Note: Pay attention to the time format when setting the task time, in UTC or local time.
# Crontab task # Call the task at every day. addfrom celery. schedules import crontabCELERY_BEAT_SCHEDULE = {# Executes every Monday morning at a.m' add-every-Monday-morning ': {'task': 'tasks. add', 'schedule': crontab (hour = 7, minute = 30), 'args': (16, 16 ),},}
5.3 Start a scheduled task
A scheduled task is configured. In addition to the worker process, you also need to start a beat process.
The Beat process is equivalent to a scheduled task, which is executed according to the configuration.
5.3.1 start the beat Process
The command is as follows:
celery -A proj.mycelery beat -l info
5.3.2 start the worker Process
The start of a Worker process is the same as that of the previous startup command.
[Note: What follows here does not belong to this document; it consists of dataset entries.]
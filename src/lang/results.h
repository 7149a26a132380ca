/* The results store as the language uses it (results.c). */
#ifndef PSIKAPPA_RESULTS_H
#define PSIKAPPA_RESULTS_H

#include "interp.h"

/* The results store (results.c). A question is identified by the hash of its
   complete canonical form (results_key.h); label is a short text for people
   reading the file (owned). results_question_integral returns 0 when the store
   is off or no key can be formed: the answer is then neither looked up nor
   stored. lookup returns 1 and sets out on a hit. */
typedef struct results_question {
    char key[65];
    char *label;
} results_question;
int results_question_integral(interp *I, slong g, slong n, const cx *e, results_question *q);
void results_question_clear(results_question *q);
int results_lookup(interp *I, const results_question *q, fmpq_mpoly_t out);
void results_save(interp *I, const results_question *q, const fmpq_mpoly_t value, double seconds);
/* The same for answers that are not one scalar (e.g. a table of volumes), as text the caller
   writes and reads: lookup returns 1 and a new string in *answer (caller frees) on a hit; save
   writes text under key unless it took less than the store's minimum time or an interrupt is
   pending, and returns 1 when the row was written (one transaction: all of it or nothing). */
int results_lookup_text(interp *I, const char *key, char **answer);
int results_save_text(interp *I, const char *key, const char *label, const char *text, double seconds);
double results_clock(void);
/* Brackets a read-modify-write of several rows as one store transaction (store_begin):
   results_begin returns 1 when it began, and then results_end must follow. */
int results_begin(interp *I);
void results_end(interp *I);

void results_close(interp *I);

#endif
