/* V_{g,n}(L_1..L_n) asked again: each polynomial is kept for the rest of the
   run, and in the results store like the answers of integrals (key: the
   words "volume polynomial", g and n), so that a function summing volume
   polynomials over g does not recompute them at every call. With --verify
   every request is computed (and checked) afresh. */
#include <stdlib.h>

#include "integrate.h"
#include "interp.h"
#include "results.h"
#include "sha256.h"
#include "util.h"

/* Polynomials with more lengths are kept for the run but not in the store. */
#define VOLUME_CACHE_STORE_MAX_N 12

typedef struct volume_cache {
    slong len, alloc;
    slong *g, *n;
    value **poly;   /* owned references */
} volume_cache;

static value *volume_cache_find(const volume_cache *C, slong g, slong n)
{
    for (slong i = 0; C && i < C->len; i++)
        if (C->g[i] == g && C->n[i] == n)
            return C->poly[i];
    return NULL;
}

static void volume_cache_add(interp *I, slong g, slong n, value *v)
{
    volume_cache *C = I->volcache;
    if (!C)
        C = I->volcache = xcalloc(1, sizeof(volume_cache));
    if (C->len == C->alloc) {
        C->alloc = 2 * C->alloc + 8;
        C->g = xrealloc(C->g, (size_t)C->alloc * sizeof(slong));
        C->n = xrealloc(C->n, (size_t)C->alloc * sizeof(slong));
        C->poly = xrealloc(C->poly, (size_t)C->alloc * sizeof(value *));
    }
    C->g[C->len] = g;
    C->n[C->len] = n;
    C->poly[C->len++] = value_ref(v);
}

void volume_cache_clear(interp *I)
{
    volume_cache *C = I->volcache;
    if (!C)
        return;
    for (slong i = 0; i < C->len; i++)
        value_release(C->poly[i]);
    free(C->g);
    free(C->n);
    free(C->poly);
    free(C);
    I->volcache = NULL;
}

/* The store's question for V_{g,n}(L); 0 when the store is off. */
static int volume_question(interp *I, slong g, slong n, results_question *q)
{
    if (I->store_off)
        return 0;
    sha256_ctx h;
    char num[64];
    sha256_init(&h);
    sha256_update_field(&h, "volume polynomial");
    snprintf(num, sizeof num, "%ld %ld", (long)g, (long)n);
    sha256_update_field(&h, num);
    sha256_final_hex(&h, q->key);
    q->label = xasprintf("V_{%ld,%ld}(L)", (long)g, (long)n);
    return 1;
}

value *volume_cached(interp *I, const node *where, slong g, slong n)
{
    if (I->verify)
        return integrate_volume(I, where, g, n);
    value *v = volume_cache_find(I->volcache, g, n);
    if (v)
        return value_ref(v);
    results_question q = {{0}, NULL};
    int asked = 0;
    if (2 * g - 2 + n > 0 && n <= VOLUME_CACHE_STORE_MAX_N) {   /* else the engine's own checks speak first */
        int vars[VOLUME_CACHE_STORE_MAX_N + 1];
        if (!integrate_declare_lengths(I, where, n, vars))
            return NULL;
        asked = volume_question(I, g, n, &q);
    }
    if (asked) {
        v = value_new_num(&I->ring);
        if (!results_lookup(I, &q, v->num)) {
            value_release(v);
            v = NULL;
        }
    }
    if (!v) {
        double t0 = results_clock();
        v = integrate_volume(I, where, g, n);
        if (v && asked)
            results_save(I, &q, v->num, results_clock() - t0);
    }
    results_question_clear(&q);
    if (v)
        volume_cache_add(I, g, n, v);
    return v;
}
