/* Butterfly passes of the forward transform for half-lengths len = hi, hi/2, ..., lo over
   a[0..n) (values lazily in [0, 2p)). */
static void wpvol_ntt_fwd_levels(ulong *a, slong n, slong hi, slong lo, const wpvol_ntt_t F)
{
    ulong p = F->mod.n, p2 = 2 * p;
    slong len, s, j;

    if (WPVOL_NTT_SIMD_LEVELS(F, n, hi, lo))
    {
        wpvol_simd_fwd_levels(a, n, hi, lo, F->w, F->wpre52, p);
        return;
    }
    for (len = hi; len >= lo; len /= 2)
        for (s = 0; s < n; s += 2 * len)
        {
            ulong *x = a + s, *y = a + s + len;
            const ulong *w = F->w + len, *wp = F->wpre + len;
            for (j = 0; j < len; j++)
            {
                ulong u = x[j] + y[j], t = x[j] - y[j] + p2;
                x[j] = u >= p2 ? u - p2 : u;
                y[j] = wpvol_ntt_mulshoup(t, w[j], wp[j], p);
            }
        }
}

/* Butterfly passes of the inverse transform for half-lengths len = lo, 2lo, ..., hi. */
static void wpvol_ntt_inv_levels(ulong *a, slong n, slong lo, slong hi, const wpvol_ntt_t F)
{
    ulong p = F->mod.n, p2 = 2 * p;
    slong len, s, j;

    if (WPVOL_NTT_SIMD_LEVELS(F, n, hi, lo))
    {
        wpvol_simd_inv_levels(a, n, lo, hi, F->iw, F->iwpre52, p);
        return;
    }
    for (len = lo; len <= hi; len *= 2)
        for (s = 0; s < n; s += 2 * len)
        {
            ulong *x = a + s, *y = a + s + len;
            const ulong *w = F->iw + len, *wp = F->iwpre + len;
            for (j = 0; j < len; j++)
            {
                ulong t = wpvol_ntt_mulshoup(y[j], w[j], wp[j], p);
                ulong u = x[j] + t, v = x[j] - t + p2;
                x[j] = u >= p2 ? u - p2 : u;
                y[j] = v >= p2 ? v - p2 : v;
            }
        }
}

/* Block length for the cache-resident part of the transforms (32 KiB of data). */
#define WPVOL_NTT_BLOCK 4096

/* In-place forward transform of length n (power of two <= F->n), inputs in [0, p); output in
   bit-reversed order, reduced to [0, p).  The long-distance levels sweep the whole array; once
   a butterfly group fits in a cache-sized block, each block is finished on its own. */
void wpvol_ntt_fwd(ulong *a, slong n, const wpvol_ntt_t F)
{
    ulong p = F->mod.n, p2 = 2 * p;
    slong j, s, blk = FLINT_MIN(n, (slong) WPVOL_NTT_BLOCK);

    if (n >= 2)
    {
        wpvol_ntt_fwd_levels(a, n, n / 2, blk, F);   /* levels whose groups exceed a block */
        for (s = 0; s < n; s += blk)
            wpvol_ntt_fwd_levels(a + s, blk, blk / 2, 1, F);
    }
    for (j = F->simd ? wpvol_simd_reduce4(a, n, p) : 0; j < n; j++)
    {
        ulong u = a[j] >= p2 ? a[j] - p2 : a[j];
        a[j] = u >= p ? u - p : u;
    }
}

/* In-place inverse transform (bit-reversed in, natural out) WITHOUT the factor 1/n: the
   caller folds 1/n into its own scaling.  Inputs in [0, 2p); output reduced to [0, p). */
void wpvol_ntt_inv(ulong *a, slong n, const wpvol_ntt_t F)
{
    ulong p = F->mod.n;
    slong j, s, blk = FLINT_MIN(n, (slong) WPVOL_NTT_BLOCK);

    if (n >= 2)
    {
        for (s = 0; s < n; s += blk)
            wpvol_ntt_inv_levels(a + s, blk, 1, blk / 2, F);
        wpvol_ntt_inv_levels(a, n, blk, n / 2, F);
    }
    for (j = F->simd ? wpvol_simd_reduce4(a, n, p) : 0; j < n; j++)
        a[j] = a[j] >= p ? a[j] - p : a[j];
}

/* Truncated transforms (J. van der Hoeven, "The truncated Fourier transform and applications",
 * 2004), in a recursive form of our own: the first n values of the bit-reversed transform of
 * length N are those of its first half-transform, then (if n > N/2) the first n - N/2 of the
 * second, so a product whose length is just above a power of two costs about that length
 * rather than the next power of two.  The first n values of a length-N transform are also the
 * first n values of every longer one (bit-reversed prefixes), so the cached transforms keep
 * working with any genus's n. */

/* x * w mod p reduced to [0, p) (Shoup, w < p with quotient wpre). */
static inline ulong wpvol_ntt_mulred(ulong x, ulong w, ulong wpre, ulong p)
{
    ulong r = wpvol_ntt_mulshoup(x, w, wpre, p);

    return r >= p ? r - p : r;
}

/* x / 2 mod p for x in [0, p), p odd. */
static inline ulong wpvol_ntt_half(ulong x, ulong p)
{
    return (x & 1) ? (x >> 1) + (p >> 1) + 1 : x >> 1;
}

/* a[0..N) *= 1/k mod p (reduced). */
static void wpvol_ntt_scale_inv(ulong *a, slong N, ulong k, const wpvol_ntt_t F)
{
    ulong p = F->mod.n, s = nmod_inv(k % p, F->mod), spre = wpvol_ntt_shoup_pre(s, p);
    slong j = F->simd ? wpvol_simd_mul(a, N, NULL, NULL, s, wpvol_simd_pre52(s, p), 1, p) : 0;

    for (; j < N; j++)
        a[j] = wpvol_ntt_mulred(a[j], s, spre, p);
}

/* The first n values (bit-reversed order, reduced) of the length-N transform of the
   polynomial with coefficients a[0..d) in [0, p) (zero from d on: a[d..N) is not read), in
   a[0..n); a[n..N) is clobbered.  N a power of two <= F->n, 0 <= d <= n <= N. */
void wpvol_ntt_fwd_trunc(ulong *a, slong N, slong n, slong d, const wpvol_ntt_t F)
{
    ulong p = F->mod.n;
    slong j, h = N / 2;

    if (n <= 0)
        return;
    if (n >= N)
    {
        memset(a + d, 0, (size_t) (N - d) * sizeof(ulong));
        wpvol_ntt_fwd(a, N, F);
        return;
    }
    if (n <= h)   /* only the first half: b_j = a_j + a_{j+h} */
    {
        j = F->simd && d > h ? wpvol_simd_addsub(a, a + h, d - h, 1, p) : 0;
        for (; j + h < d; j++)
            a[j] = nmod_add(a[j], a[j + h], F->mod);
        wpvol_ntt_fwd_trunc(a, h, n, FLINT_MIN(d, h), F);
        return;
    }
    j = 0;
    if (F->simd)   /* the runs where both halves, the first only, or neither are given */
    {
        slong both = FLINT_MAX(0, d - h), first = FLINT_MIN(d, h);
        j = wpvol_simd_split(a, a + h, 0, both, F->w + h, F->wpre52 + h, p);
        if (j == both)
            j += wpvol_simd_split(a + j, a + h + j, 1, first - j, F->w + h + j,
                                  F->wpre52 + h + j, p);
    }
    for (; j < FLINT_MIN(d, h); j++)   /* b_j = a_j + a_{j+h}, c_j = (a_j - a_{j+h}) w^j */
    {
        ulong x = a[j], y = j + h < d ? a[j + h] : 0;
        a[j] = nmod_add(x, y, F->mod);
        a[j + h] = wpvol_ntt_mulred(x - y + p, F->w[h + j], F->wpre[h + j], p);
    }
    if (j < h)   /* beyond the data both halves are zero */
    {
        memset(a + j, 0, (size_t) (h - j) * sizeof(ulong));
        memset(a + h + j, 0, (size_t) (h - j) * sizeof(ulong));
    }
    wpvol_ntt_fwd(a, h, F);
    wpvol_ntt_fwd_trunc(a + h, h, n - h, FLINT_MIN(d, h), F);
}

/* Inverse of wpvol_ntt_fwd_trunc: given the first n transform values of a polynomial of
   length N in a[0..n) (in [0, 2p): they only enter wpvol_ntt_inv) and its coefficients of
   index >= n in a[n..N) (in [0, p)), sets
   a[0..n) to its coefficients of index < n (exact: no factor N); a[n..N) is clobbered.
   With b = first half + second half and c = (first - second half) w^j of the coefficients,
   the values known determine b (if n >= N/2) or the first n values of b, and c follows from
   its known coefficients and its first n - N/2 values by the same problem at length N/2. */
void wpvol_ntt_inv_trunc(ulong *a, slong N, slong n, const wpvol_ntt_t F)
{
    ulong p = F->mod.n;
    slong j, h = N / 2, m = n - h;

    if (n <= 0)
        return;
    if (n >= N)
    {
        wpvol_ntt_inv(a, N, F);
        wpvol_ntt_scale_inv(a, N, (ulong) N, F);
        return;
    }
    if (n <= h)   /* b_j = a_j + a_{j+h}: known for j >= n; then a_j = b_j - a_{j+h} */
    {
        for (j = n + (F->simd ? wpvol_simd_addsub(a + n, a + n + h, h - n, 1, p) : 0); j < h; j++)
            a[j] = nmod_add(a[j], a[j + h], F->mod);
        wpvol_ntt_inv_trunc(a, h, n, F);
        for (j = F->simd ? wpvol_simd_addsub(a, a + h, n, -1, p) : 0; j < n; j++)
            a[j] = nmod_sub(a[j], a[j + h], F->mod);
        return;
    }
    wpvol_ntt_inv(a, h, F);   /* h b */
    wpvol_ntt_scale_inv(a, h, (ulong) h, F);
    j = m + (F->simd ? wpvol_simd_sub_split(a + m, a + m + h, h - m, F->w + h + m,
                                            F->wpre52 + h + m, p) : 0);
    for (; j < h; j++)   /* a_{j+h} known: a_j = b_j - a_{j+h}, and c_j */
    {
        ulong aj = nmod_sub(a[j], a[j + h], F->mod);
        a[j + h] = wpvol_ntt_mulred(aj - a[j + h] + p, F->w[h + j], F->wpre[h + j], p);
        a[j] = aj;
    }
    wpvol_ntt_inv_trunc(a + h, h, m, F);
    j = F->simd ? wpvol_simd_merge_half(a, a + h, m, F->iw + h, F->iwpre52 + h, p) : 0;
    for (; j < m; j++)   /* a_j +- a_{j+h} = b_j, c_j w^-j */
    {
        ulong b = a[j], c = wpvol_ntt_mulred(a[j + h], F->iw[h + j], F->iwpre[h + j], p);
        a[j] = wpvol_ntt_half(nmod_add(b, c, F->mod), p);
        a[j + h] = wpvol_ntt_half(nmod_sub(b, c, F->mod), p);
    }
}

/* pre[i] = Shoup quotient of b[i] (b in [0, p)), for repeated multiplication by b. */
void wpvol_ntt_shoup_vec(ulong *pre, const ulong *b, slong n, nmod_t mod)
{
    slong i;
    int simd = wpvol_simd_for(mod.n);

    for (i = 0; i < n; i++)
        pre[i] = simd ? wpvol_simd_pre52(b[i], mod.n) : wpvol_ntt_shoup_pre(b[i], mod.n);
}

/* a[i] = a[i] b[i] mod p in [0, 2p) (a < 2^64 arbitrary, below 2^52 for primes of the vector
   code), with pre from wpvol_ntt_shoup_vec. */
void wpvol_ntt_mul_shoup_vec(ulong *a, const ulong *b, const ulong *pre, slong n, nmod_t mod)
{
    slong i = wpvol_simd_for(mod.n) ? wpvol_simd_mul(a, n, b, pre, 0, 0, 0, mod.n) : 0;

    for (; i < n; i++)   /* the tail (or all) of either path: pre matches wpvol_ntt_shoup_vec */
        a[i] = wpvol_simd_for(mod.n)
               ? wpvol_ntt_mulshoup52(a[i], b[i], pre[i], mod.n)
               : wpvol_ntt_mulshoup(a[i], b[i], pre[i], mod.n);
}

/* Constants for reducing three-word sums modulo p < 2^62 without division: 2^64 and 2^128
   modulo p with their Shoup quotients, and floor(2^64 / p) for one-word values. */
typedef struct
{
    ulong p, r64, r64pre, r128, r128pre, onepre;
} wpvol_red3;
celery –A proj.mycelery worker –l info
6 Celery in-depth
Celery tasks support a variety of running modes:
- Supports dynamically specifying the number of concurrent threads -- autoscale = 10, 3 (always keep 3 processes, but grow to 10 if necessary ).
- Support for chained tasks
- Supports Group tasks
- Different task priorities are supported.
- Supports specified task queues
- Support running worker in eventlet Mode
For example, the specified concurrency is 1000.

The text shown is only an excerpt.